Perturbation solutions of the Boussinesq equation for horizontal flow in finite and semi-infinite aquifers

Abstract

Groundwater flow in an unconfined aquifer can be described by the Boussinesq equation. The Boussinesq equation is nonlinear and approximate solutions exist only for specific flow conditions. In the present work, the nonlinear equation is tackled analytically via a refinement of its linearized solution in a perturbation series framework. The perturbation series solution applies for any time-dependent variation of the stream level, and they are evaluated for various flow recharge and drainage conditions. Particular results for a sudden change and a piecewise linear variation are presented for both finite and semi-infinite aquifers.
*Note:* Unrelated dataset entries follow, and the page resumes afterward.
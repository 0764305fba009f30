/**
 * Elementwise evaluation with Excel's broadcasting rules, shared by every host.
 *
 * Each argument is a grid (a single value is 1×1). The result has as many rows
 * as the tallest argument and as many columns as the widest; an argument with
 * one row (or column) is repeated along that axis, so a column against a row
 * gives the full grid. Where an argument is neither 1 nor the full size, the
 * elements it cannot supply are #N/A, as Excel's own array arithmetic does.
 *
 * Three extensions: a reducing argument (ParameterSpec.reduce) is consumed whole
 * and takes no part in the shape; a tuple function (TupleSpec) gives one row
 * of fixed width per element of its single-value or column arguments; a row
 * function (RowSpec) gives one row whose length its single-value arguments'
 * values decide, and refuses a multi-cell argument.
 */
import type { ElementwiseSpec, FunctionSpec, ParameterSpec, RowSpec, TupleSpec } from './types';
import { InputError, failure, isFailure, type ArgumentInput, type CellFailure, type CellInput, type CellOutput, type Grid } from './values';
import { PhysicsDomainError } from '../physics';
import { qualifiedName } from './naming';

export { NAMESPACE } from './naming';

/** Normalises any argument form into a non-empty grid. */
export function toGrid(input: ArgumentInput): Grid<CellInput> {
  if (input === undefined) return [[null]];
  if (Array.isArray(input)) {
    if (input.length === 0 || input[0].length === 0) return [[null]];
    return input;
  }
  return [[input]];
}

/** Calls a catalog function on raw host arguments and returns its result grid. */
export function evaluate(spec: FunctionSpec, args: readonly ArgumentInput[]): Grid<CellOutput> {
  const qualified = qualifiedName(spec);
  if (args.length > spec.parameters.length && args.slice(spec.parameters.length).some((a) => a !== undefined)) {
    return [[failure('#VALUE!', `${qualified} takes at most ${spec.parameters.length} arguments; got ${args.length}`)]];
  }
  if (spec.kind === 'table') return spec.table();
  if (spec.kind === 'tuple') return evaluateTuple(spec, args, qualified);
  if (spec.kind === 'row') return evaluateRow(spec, args, qualified);
  return evaluateElementwise(spec, args, qualified);
}

/**
 * The arguments of one call, broadcast: reducing arguments are reduced once,
 * the others are read element by element. Parsed values are cached per
 * argument grid cell, so a broadcast row or column is parsed once, not once
 * per output element.
 */
class BroadcastArguments {
  readonly rows: number;
  readonly cols: number;
  private readonly grids: Grid<CellInput>[];
  /** Per argument, flat (row-major over its grid): parsed value or failure of each element. */
  private readonly parsedCache: unknown[][];
  /** Per argument, flat: 1 where parsedCache holds the element's parse. */
  private readonly parsedState: Uint8Array[];
  /** Per argument: the reduced value (or its failure) for reducing arguments, undefined for broadcast ones. */
  private readonly reduced: { readonly value: unknown }[];
  private readonly values: unknown[];

  constructor(
    private readonly parameters: readonly ParameterSpec[],
    args: readonly ArgumentInput[],
  ) {
    this.grids = parameters.map((_, i) => toGrid(args[i]));
    this.reduced = parameters.map((param, i) =>
      param.reduce
        ? {
            value: reduceArgument(param, this.grids[i]),
          }
        : undefined,
    ) as { value: unknown }[];
    const shaping = this.grids.filter((_, i) => !parameters[i].reduce);
    this.rows = Math.max(1, ...shaping.map((g) => g.length));
    this.cols = Math.max(1, ...shaping.map((g) => g[0].length));
    // One flat cache per argument, not one per row: a 100,000-row column costs
    // two allocations instead of 200,000 (they dominated closed-form functions).
    this.parsedCache = this.grids.map((g) => new Array<unknown>(g.length * g[0].length));
    this.parsedState = this.grids.map((g) => new Uint8Array(g.length * g[0].length));
    this.values = new Array<unknown>(this.grids.length);
  }

  /** Shape of argument i, rows × columns. */
  shapeOf(i: number): { readonly rows: number; readonly cols: number } {
    return { rows: this.grids[i].length, cols: this.grids[i][0].length };
  }

  /** The parsed arguments of result element (r, c), or the first failure among them. */
  at(r: number, c: number): readonly unknown[] | CellFailure {
    for (let i = 0; i < this.grids.length; i++) {
      const reduced = this.reduced[i];
      if (reduced !== undefined) {
        if (isFailure(reduced.value)) return reduced.value;
        this.values[i] = reduced.value;
        continue;
      }
      const g = this.grids[i];
      const gr = g.length === 1 ? 0 : r;
      const gc = g[0].length === 1 ? 0 : c;
      if (gr >= g.length || gc >= (g[gr]?.length ?? 0)) {
        return failure(
          '#N/A',
          `${this.parameters[i].name} has ${g.length}×${g[0].length} values and cannot ` +
            `fill a ${this.rows}×${this.cols} result at row ${r + 1}, column ${c + 1}`,
        );
      }
      const k = gr * g[0].length + gc;
      if (this.parsedState[i][k] === 0) {
        this.parsedCache[i][k] = parseElement(this.parameters[i], g[gr][gc]);
        this.parsedState[i][k] = 1;
      }
      const value = this.parsedCache[i][k];
      if (isFailure(value)) return value;
      this.values[i] = value;
    }
    return this.values;
  }
}

/** A reducing argument's value from its whole grid, or the failure that stops it. */
function reduceArgument(param: ParameterSpec, grid: Grid<CellInput>): unknown {
  const elements: Exclude<CellInput, CellFailure>[] = [];
  for (const row of grid) {
    for (const element of row) {
      if (isFailure(element)) return element;
      elements.push(element);
    }
  }
  try {
    return param.reduce!(elements);
  } catch (e) {
    return toFailure(e);
  }
}

/**
 * The parsed arguments when every argument is a single value (or a 1×1 grid)
 * and none reduces: the usual one-cell call, which needs none of the
 * broadcasting bookkeeping. Gives the first failure among them as the general
 * path would, or undefined when the general path is needed.
 */
function singleElementArguments(parameters: readonly ParameterSpec[], args: readonly ArgumentInput[]): unknown[] | CellFailure | undefined {
  const values = new Array<unknown>(parameters.length);
  for (let i = 0; i < parameters.length; i++) {
    const input = args[i];
    let raw: CellInput;
    if (Array.isArray(input)) {
      if (input.length === 0 || input[0].length === 0) raw = null;
      else if (input.length === 1 && input[0].length === 1) raw = input[0][0];
      else return undefined;
    } else {
      raw = input === undefined ? null : input;
    }
    if (parameters[i].reduce) return undefined;
    values[i] = raw;
  }
  for (let i = 0; i < parameters.length; i++) {
    const value = parseElement(parameters[i], values[i] as CellInput);
    if (isFailure(value)) return value;
    values[i] = value;
  }
  return values;
}

function evaluateElementwise(spec: ElementwiseSpec, args: readonly ArgumentInput[], qualified: string): Grid<CellOutput> {
  const single = singleElementArguments(spec.parameters, args);
  if (single !== undefined) return [[isFailure(single) ? single : computeElement(spec, single, qualified)]];
  const broadcast = new BroadcastArguments(spec.parameters, args);
  const out: Grid<CellOutput> = [];
  for (let r = 0; r < broadcast.rows; r++) {
    const outRow: CellOutput[] = new Array(broadcast.cols);
    for (let c = 0; c < broadcast.cols; c++) {
      const values = broadcast.at(r, c);
      outRow[c] = isFailure(values) ? values : computeElement(spec, values, qualified);
    }
    out.push(outRow);
  }
  return out;
}

function evaluateTuple(spec: TupleSpec, args: readonly ArgumentInput[], qualified: string): Grid<CellOutput> {
  const width = spec.columns.length;
  const broadcast = new BroadcastArguments(spec.parameters, args);
  const wide = spec.parameters.findIndex((param, i) => !param.reduce && broadcast.shapeOf(i).cols > 1);
  if (wide >= 0) {
    const { rows, cols } = broadcast.shapeOf(wide);
    return [
      [
        failure(
          '#VALUE!',
          `${qualified} gives a row of ${width} values (${spec.columns.join(', ')}) ` +
            `per call, so ${spec.parameters[wide].name} must be a single value or a column; got ${rows}×${cols} ` +
            `values`,
        ),
      ],
    ];
  }
  const out: Grid<CellOutput> = [];
  for (let r = 0; r < broadcast.rows; r++) {
    const values = broadcast.at(r, 0);
    const row = isFailure(values) ? values : computeTuple(spec, values, qualified);
    out.push(isFailure(row) ? new Array<CellOutput>(width).fill(row) : row);
  }
  return out;
}

function computeTuple(spec: TupleSpec, values: readonly unknown[], qualified: string): CellOutput[] | CellFailure {
  try {
    const result = (spec.compute as (...a: unknown[]) => readonly number[])(...values);
    if (result.length !== spec.columns.length) {
      return failure(
        '#VALUE!',
        `internal error in ${qualified}: ${result.length} values returned where ` + `${spec.columns.length} were declared`,
      );
    }
    const bad = result.find((x) => !Number.isFinite(x));
    if (bad !== undefined) return failure('#NUM!', `${qualified} has no finite result for these inputs (got ${bad})`);
    return [...result];
  } catch (e) {
    return toFailure(e, qualified);
  }
}

/**
 * A row function: every argument one value (a multi-cell one is refused,
 * since rows of different lengths cannot be stacked), then the one row, or
 * one error for the whole call.
 */
function evaluateRow(spec: RowSpec, args: readonly ArgumentInput[], qualified: string): Grid<CellOutput> {
  const values = new Array<unknown>(spec.parameters.length);
  for (let i = 0; i < spec.parameters.length; i++) {
    const grid = toGrid(args[i]);
    if (grid.length > 1 || grid[0].length > 1) {
      return [
        [
          failure(
            '#VALUE!',
            `${qualified} gives one row whose length depends on its arguments, so ` +
              `${spec.parameters[i].name} must be a single value, not ${grid.length}×${grid[0].length} values; ` +
              `call it once per value instead`,
          ),
        ],
      ];
    }
    const value = parseElement(spec.parameters[i], grid[0][0]);
    if (isFailure(value)) return [[value]];
    values[i] = value;
  }
  try {
    const row = (spec.compute as (...a: unknown[]) => readonly (string | number)[])(...values);
    if (row.length === 0) return [[failure('#VALUE!', `internal error in ${qualified}: an empty row`)]];
    const bad = row.find((x) => typeof x === 'number' && !Number.isFinite(x));
    if (bad !== undefined) return [[failure('#NUM!', `${qualified} has no finite result for these inputs (got ${bad})`)]];
    return [[...row]];
  } catch (e) {
    return [[toFailure(e, qualified)]];
  }
}

function parseElement(param: ParameterSpec, raw: CellInput): unknown {
  if (isFailure(raw)) return raw;
  try {
    return param.parse(raw);
  } catch (e) {
    return toFailure(e);
  }
}

/** Calls compute without a spread for the usual arities: a spread call costs more per element than a closed form. */
function invoke(compute: (...a: unknown[]) => number, v: readonly unknown[]): number {
  switch (v.length) {
    case 1:
      return compute(v[0]);
    case 2:
      return compute(v[0], v[1]);
    case 3:
      return compute(v[0], v[1], v[2]);
    case 4:
      return compute(v[0], v[1], v[2], v[3]);
    case 5:
      return compute(v[0], v[1], v[2], v[3], v[4]);
    case 6:
      return compute(v[0], v[1], v[2], v[3], v[4], v[5]);
    case 7:
      return compute(v[0], v[1], v[2], v[3], v[4], v[5], v[6]);
    default:
      return compute(...v);
  }
}

function computeElement(spec: ElementwiseSpec, values: readonly unknown[], qualified: string): CellOutput {
  try {
    const result = invoke(spec.compute as (...a: unknown[]) => number, values);
    if (!Number.isFinite(result)) {
      return failure('#NUM!', `${qualified} has no finite result for these inputs (got ${result})`);
    }
    return result;
  } catch (e) {
    return toFailure(e, qualified);
  }
}

/** Maps an exception to a cell error; never rethrows. */
export function toFailure(e: unknown, qualified?: string): CellFailure {
  if (e instanceof InputError) return failure(e.code, e.message);
  if (e instanceof PhysicsDomainError) return failure('#VALUE!', e.message);
  const detail = e instanceof Error ? e.message : String(e);
  return failure('#VALUE!', `internal error${qualified ? ` in ${qualified}` : ''}: ${detail}`);
}

/** The single value of a 1×1 result, or the grid itself. */
export function unwrapSingle(grid: Grid<CellOutput>): CellOutput | Grid<CellOutput> {
  return grid.length === 1 && grid[0].length === 1 ? grid[0][0] : grid;
}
The approximate solutions can simulate the original nonlinear behavior with high accuracy due to the introduction of the representative depth parameter α that is evaluated in an optimal fashion for any given flow condition. The derivation of the optimal α parameter has also allowed the generalization and improvement of the classical series results pertaining to the abrupt rise or drop of the stream level in a semi-infinite aquifer. In the case of a gradual variation of the stream level in a finite aquifer domain, the linear solution with a time-varying estimate of α is of sufficient accuracy for practical purposes. Explicit algebraic expressions are presented for the exchange flow rates and the associated flow volumes that are of prime interest in stream-aquifer interaction studies.